Posted 4 months ago. Feb 27, 2019 - 01:14 UTC
Update
We’ve encountered a major issue in restoring stability in the platform which has resulted in an outage in the customer control plane. Customers will be unable to create/update clusters within us-west-2, but access to clusters via any clients or apps is unaffected. Any green clusters will remain green. We’re working on restoring this functionality. Rest assured we have all hands on deck. We're unable to resolve any issues with previously impacted clusters until customer control plane access is restored.
Posted 4 months ago. Feb 27, 2019 - 01:11 UTC
Update
Our fixes are progressing and we’re continuing to work on this incident. 30% of affected clusters should no longer be experiencing issues, and we continue our efforts to bring everyone back to green as soon as we can. We've encountered a hurdle that has slowed progress, but we are actively working to remove this. Clusters that have HA setups across multiple AZs (our recommended configuration) should not see cluster availability issues, and we will recover any nodes that are in the affected AZ automatically for you.
Posted 4 months ago. Feb 27, 2019 - 00:46 UTC
Update
Our fixes are progressing and we’re continuing to work on this incident. 24% of affected clusters should no longer be experiencing issues, and we continue our efforts to bring everyone back to green as soon as we can. Clusters that have HA setups across multiple AZs (our recommended configuration) should not see cluster availability issues, and we will recover any nodes that are in the affected AZ automatically for you.
Posted 4 months ago. Feb 27, 2019 - 00:14 UTC
Update
Our fixes are progressing and we’re continuing to work on this incident. 24% of affected clusters should no longer be experiencing issues, and we continue our efforts to bring everyone back to green as soon as we can.
Posted 4 months ago. Feb 26, 2019 - 23:40 UTC
Update
Our work is still progressing, and several fixes are in flight. Some customers should no longer be experiencing issues, and we continue our efforts to bring everyone back to green as soon as we can.

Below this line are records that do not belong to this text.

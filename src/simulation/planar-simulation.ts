import type { BudgetSeries, VarianceQuantity } from '../budget/budget-series';
import type { MeasurementGeometry, ScalarMeasurement } from '../covariance/error-model';
import { wrapAngle } from '../sensors/range-bearing';
import { DeadReckoningRun } from './dead-reckoning-run';
import type { MonteCarloModel, NeesGroup, RunSink, SimulatedOutage, SimulatedQuantity } from './monte-carlo-model';
import { PlanarFilter } from './planar-filter';
import type { PlanarPlan } from './planar-plan';
import { recordPlanarStep, type StepBuffers } from './planar-step-record';
import type { RunRandom } from './run-random';

const POSITION_QUANTITIES: SimulatedQuantity[] = [
  { id: 'north', label: 'north', unitSI: 'm' },
  { id: 'east', label: 'east', unitSI: 'm' },
  { id: 'along-track', label: 'along-track', unitSI: 'm' },
  { id: 'cross-track', label: 'cross-track', unitSI: 'm' },
  { id: 'speed', label: 'speed', unitSI: 'm/s' },
];
const HEADING: SimulatedQuantity = { id: 'heading', label: 'heading', unitSI: 'rad' };

/** NEES groups of the planar model: every state, the horizontal position, the heading. */
export const PLANAR_NEES_GROUPS: NeesGroup[] = [
  { id: 'full', label: 'full state' },
  { id: 'position', label: 'position' },
  { id: 'heading', label: 'heading' },
];

/**
 * The planar model as a {@link MonteCarloModel}: truth and dead reckoning
 * from {@link DeadReckoningRun}, an extended Kalman filter ({@link PlanarFilter})
 * linearised about its own estimate, aided by every aiding sensor's nonlinear
 * measurement (GNSS position plus multipath, compass heading and bearings
 * wrapped to (-π, π], ranges) of the landmarks visible from the true pose.
 * The error-state estimate is fed back into the navigation solution after
 * every scalar update (closed loop), so the filter's error state is zero
 * between updates.
 */
export class PlanarSimulation implements MonteCarloModel {
  readonly stepTimesS: Float64Array;
  readonly quantities: SimulatedQuantity[];
  readonly neesGroups = PLANAR_NEES_GROUPS;
  readonly budgetVariance: Float64Array[];
  readonly outages: SimulatedOutage[];
  private readonly dr: DeadReckoningRun;
  private readonly filter: PlanarFilter;
  private readonly buffers: StepBuffers;
  private readonly hIdx: Int32Array;
  private readonly hVal: Float64Array;
  private readonly geometry: MeasurementGeometry = { northM: 0, eastM: 0, headingRad: 0, everyRow: true };
  private readonly trueGeometry: MeasurementGeometry = { northM: 0, eastM: 0, headingRad: 0 };

  constructor(private readonly plan: PlanarPlan, budget: BudgetSeries) {
    this.stepTimesS = plan.trajectory.tS;
    this.quantities = plan.model.hasSpeedInput ? [HEADING, ...POSITION_QUANTITIES] : [HEADING];
    this.budgetVariance = this.quantities.map((q) => budget.quantities[q.id as VarianceQuantity]!.total);
    this.outages = plan.model.streams.flatMap((s) => s.outages.map((o) => ({ sensorId: s.sensorId, ...o })));
    this.dr = new DeadReckoningRun(plan);
    this.filter = new PlanarFilter(plan);
    this.buffers = {
      errors: new Float64Array(this.quantities.length), variances: new Float64Array(this.quantities.length),
      nees: new Float64Array(3), neesDof: new Float64Array(3), scratch: new Float64Array(plan.n * (plan.n + 2)),
      active: new Int32Array(plan.n),
    };
    this.hIdx = new Int32Array(plan.n);
    this.hVal = new Float64Array(plan.n);
  }

  simulate(rng: RunRandom, sink: RunSink): void {
    const { plan, dr, filter } = this;
    const { core } = plan.model;
    const traj = plan.trajectory;
    const p0 = plan.initialVariance;
    // Initial errors in the path frame of the start heading, rotated to north/east.
    const a0 = Math.sqrt(p0[core.along]) * rng.normal(), x0 = Math.sqrt(p0[core.cross]) * rng.normal();
    const c = Math.cos(plan.mission.startHeadingRad), s = Math.sin(plan.mission.startHeadingRad);
    dr.start(rng, { northM: c * a0 - s * x0, eastM: s * a0 + c * x0, headingRad: Math.sqrt(p0[core.heading]) * rng.normal() });
    filter.reset();
    for (let k = 0; k < traj.tS.length; k++) {
      if (k > 0) {
        const dtS = traj.tS[k] - traj.tS[k - 1];
        const turned = dr.advanceTo(traj.tS[k], rng);
        filter.propagate(dr.speedMps, turned / dtS, dtS, dr.moving);
        // The filter predicts its Gauss-Markov estimates as the model says: x̂ ← e^{-Δ/T} x̂.
        for (const c of plan.calibration) if (c.decayPerS > 0) dr.estimate[c.state] *= this.decay(c.decayPerS, dtS);
      }
      for (const c of plan.calibration) dr.truth[c.state].advanceTo(traj.tS[k], rng);
      this.trueGeometry.northM = traj.northM[k];
      this.trueGeometry.eastM = traj.eastM[k];
      this.trueGeometry.headingRad = traj.headingRad[k];
      for (const stream of plan.events[k]) {
        for (const row of stream.rowsAt(this.trueGeometry)) this.measure(row, stream.rowsAt, rng);
      }
      recordPlanarStep(plan, dr, filter, traj, k, this.buffers);
      sink.step(k, this.buffers.errors, this.buffers.variances, this.buffers.nees, this.buffers.neesDof);
    }
  }

  private readonly decays = new Map<number, number>();

  /** e^{-Δ/T}, cached per 1/T for the mission's (fixed) step. */
  private decay(decayPerS: number, dtS: number): number {
    if (Math.abs(dtS - this.plan.trajectory.stepS) > 1e-12 * dtS) return Math.exp(-dtS * decayPerS);
    let phi = this.decays.get(decayPerS);
    if (phi === undefined) this.decays.set(decayPerS, (phi = Math.exp(-this.plan.trajectory.stepS * decayPerS)));
    return phi;
  }

  /** Appends (state, coefficient) to the sparse H when the coefficient is not zero; returns the new count. */
  private putH(count: number, state: number, coefficient: number): number {
    if (coefficient === 0) return count;
    this.hIdx[count] = state;
    this.hVal[count] = coefficient;
    return count + 1;
  }

  /** One scalar measurement: truth from the true pose, prediction and H from the estimate, Joseph update, feedback. */
  private measure(truthRow: ScalarMeasurement, rowsAt: (g: MeasurementGeometry) => ScalarMeasurement[], rng: RunRandom): void {
    const { plan, dr, filter, geometry } = this;
    const { along, cross, heading } = plan.model.core;
    const r = plan.rByKey.get(truthRow.noiseKey) ?? 0;
    geometry.northM = dr.northM;
    geometry.eastM = dr.eastM;
    geometry.headingRad = dr.headingRad;
    const est = rowsAt(geometry).find((row) => row.key === truthRow.key);
    if (!est) return;
    let y = truthRow.ideal + (r > 0 ? Math.sqrt(r) * rng.normal() : 0);
    let yHat = est.ideal;
    for (const [s, coeff] of truthRow.hStates) if (s !== heading) y += coeff * dr.truth[s].value;
    for (const [s, coeff] of est.hStates) if (s !== heading) yHat += coeff * dr.estimate[s];
    const z = est.wraps ? wrapAngle(yHat - y) : yHat - y;
    const c = Math.cos(dr.headingRad), s = Math.sin(dr.headingRad);
    // H in the filter's frame, its non-zero entries only (no closure: this runs for every scalar measurement).
    let count = this.putH(0, along, est.hNorth * c + est.hEast * s);
    count = this.putH(count, cross, -est.hNorth * s + est.hEast * c);
    for (let e = 0; e < est.hStates.length; e++) {
      const st = est.hStates[e][0];
      count = this.putH(count, st, est.hStates[e][1] * plan.sign[st]);
    }
    if (filter.update(this.hIdx, this.hVal, count, r) === 0) return;
    const g = filter.gain;
    const dA = g[along] * z, dX = g[cross] * z, dPsi = g[heading] * z;
    dr.northM -= c * dA - s * dX;
    dr.eastM -= s * dA + c * dX;
    dr.headingRad -= dPsi;
    for (const cal of plan.calibration) dr.estimate[cal.state] -= plan.sign[cal.state] * g[cal.state] * z;
    filter.rotateFrame(-dPsi, along, cross);
  }
}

Posted 4 months ago. Feb 26, 2019 - 23:07 UTC
Update
Our work is progressing, and several fixes are in flight. Some customers should no longer be experiencing issues, and we continue our efforts to bring everyone back to green as soon as we can.
Posted 4 months ago. Feb 26, 2019 - 22:40 UTC
Update
We’re still working hard on remediation for the deployments affected by this issue, and we appreciate your patience
Posted 4 months ago. Feb 26, 2019 - 22:02 UTC
Update
We are continuing remediation efforts for the deployments that were affected by this issue.
Posted 4 months ago. Feb 26, 2019 - 21:33 UTC
Update
This issue only affects a single availability zone in US-West-2. The customer impact is limited to single zone cluster setups that happened to be in the affected AZ. Clusters that have HA setups across multiple AZs (our recommended configuration) should not see cluster availability issues, and we will recover any nodes that are in the affected AZ automatically for you.
Posted 4 months ago. Feb 26, 2019 - 21:05 UTC
Identified
We are working to remediate a problem that occurred in us-west-2. A misconfigured autoscaling group has resulted in the loss of a number of hosts. We will post more information as we work through the issue.
Posted 4 months ago. Feb 26, 2019 - 20:37 UTC
This incident affected: Cluster Management (Cluster Management Console Service, Cluster Management API) and AWS Oregon (us-west-2) (Cluster Connectivity: AWS us-west-2).